Dataset extract section start
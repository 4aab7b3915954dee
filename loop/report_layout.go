package loop

// LegStates are the handover states reported separately in a multi-cell
// run: one, two, and three or more cells in the active set.
const LegStates = 3

// LayoutReport is the multi-cell section of a Report (layout.sites set):
// figures over the whole layout, per cell, and one point per user of
// replication 0 for maps. other_to_own is the ratio of the mean
// interference a cell receives from users served by other cells to that
// from its own users (the f of pole-capacity formulas), measured, not
// assumed; a user is served by the best cell of its active set.
//
// Intervals (95 %): with one replication, Student t over batch means in
// time, conditional on the drop; with several, Student t over the
// replications (independent drops). Proportions use the Wilson interval at
// the effective sample size implied by that spread, inside [0, 1].
type LayoutReport struct {
	Overall    LayoutOverall     `json:"overall"`
	Cells      []LayoutCell      `json:"cells"`
	UserPoints []LayoutUserPoint `json:"user_points"` // replication 0's drop
}

// LayoutOverall are the layout-wide figures of a multi-cell run.
type LayoutOverall struct {
	OtherToOwn          Estimate   `json:"other_to_own"`           // Σ other-cell / Σ own-cell interference over every cell, linear
	NoiseRiseDB         Estimate   `json:"noise_rise_db"`          // mean over cells and slots of 10 log10(I0/N0), dB
	OutageProbability   Estimate   `json:"outage_probability"`     // user-slots with combined SIR below target − margin
	OutageByLegs        []Estimate `json:"outage_by_legs"`         // outage among user-slots with 1, 2, ≥3 legs
	LegShare            []Estimate `json:"leg_share"`              // share of user-slots with 1, 2, ≥3 legs
	SoftHandoverShare   Estimate   `json:"soft_handover_share"`    // share of user-slots with ≥ 2 legs
	TimeAtMaxPower      Estimate   `json:"time_at_max_power"`      // share of user-slots at maximum power
	TimeAtMaxByLegs     []Estimate `json:"time_at_max_by_legs"`    // the same among 1, 2, ≥3 legs
	TimeAtMaxEdge       Estimate   `json:"time_at_max_edge"`       // among users farther than 0.8·D/2 from their site
	SIRErrorMeanDB      Estimate   `json:"sir_error_mean_db"`      // combined SIR − target, dB
	SIRErrorStdDB       Estimate   `json:"sir_error_std_db"`       // dB
	TxPowerMeanDBm      Estimate   `json:"tx_power_mean_dbm"`      // mean of the transmit power in dBm
	AchievedBLER        Estimate   `json:"achieved_bler"`          // selection-combined block error rate
	OtherToOwnSpreadP5  float64    `json:"other_to_own_spread_p5"` // 5th percentile over cells and slots of the per-slot ratio
	OtherToOwnSpreadP95 float64    `json:"other_to_own_spread_p95"`
}

// LayoutCell are one cell's figures of a multi-cell run.
type LayoutCell struct {
	Name           string   `json:"name"` // "S3" or "S3/2" (site 3, sector 2)
	Site           int      `json:"site"`
	OtherToOwn     Estimate `json:"other_to_own"`
	OtherToOwnP50  float64  `json:"other_to_own_p50"` // median of the per-slot ratio
	OtherToOwnP95  float64  `json:"other_to_own_p95"`
	NoiseRiseDB    Estimate `json:"noise_rise_db"`
	NoiseRiseP95DB float64  `json:"noise_rise_p95_db"`
	ServedUsers    float64  `json:"served_users"` // mean number of users whose best cell this is
	SiteXM         float64  `json:"site_x_m"`     // the cell's site position in m (central site at the origin)
	SiteYM         float64  `json:"site_y_m"`
	BoresightDeg   float64  `json:"boresight_deg"` // sector boresight, degrees anticlockwise from +x; 0 for an omni cell
}

// LayoutUserPoint is one user of replication 0 for maps: position in m
// (central site at the origin), best cell at the end, mean legs, and its
// own outage and mean power.
type LayoutUserPoint struct {
	XM                float64 `json:"x_m"`
	YM                float64 `json:"y_m"`
	Group             int     `json:"group"`
	BestCell          int     `json:"best_cell"`
	MeanLegs          float64 `json:"mean_legs"`
	OutageProbability float64 `json:"outage_probability"`
	TxPowerMeanDBm    float64 `json:"tx_power_mean_dbm"`
}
Dataset extract section end
Task to complete> Quote exactly the opening line of the material above and every line after it, up to and including the line that contains "Student t over the".

Output of the task>
repository 4aab7b3915954dee
filename loop/report_layout.go
package loop

// LegStates are the handover states reported separately in a multi-cell
// run: one, two, and three or more cells in the active set.
const LegStates = 3

// LayoutReport is the multi-cell section of a Report (layout.sites set):
// figures over the whole layout, per cell, and one point per user of
// replication 0 for maps. other_to_own is the ratio of the mean
// interference a cell receives from users served by other cells to that
// from its own users (the f of pole-capacity formulas), measured, not
// assumed; a user is served by the best cell of its active set.
//
// Intervals (95 %): with one replication, Student t over batch means in
// time, conditional on the drop; with several, Student t over the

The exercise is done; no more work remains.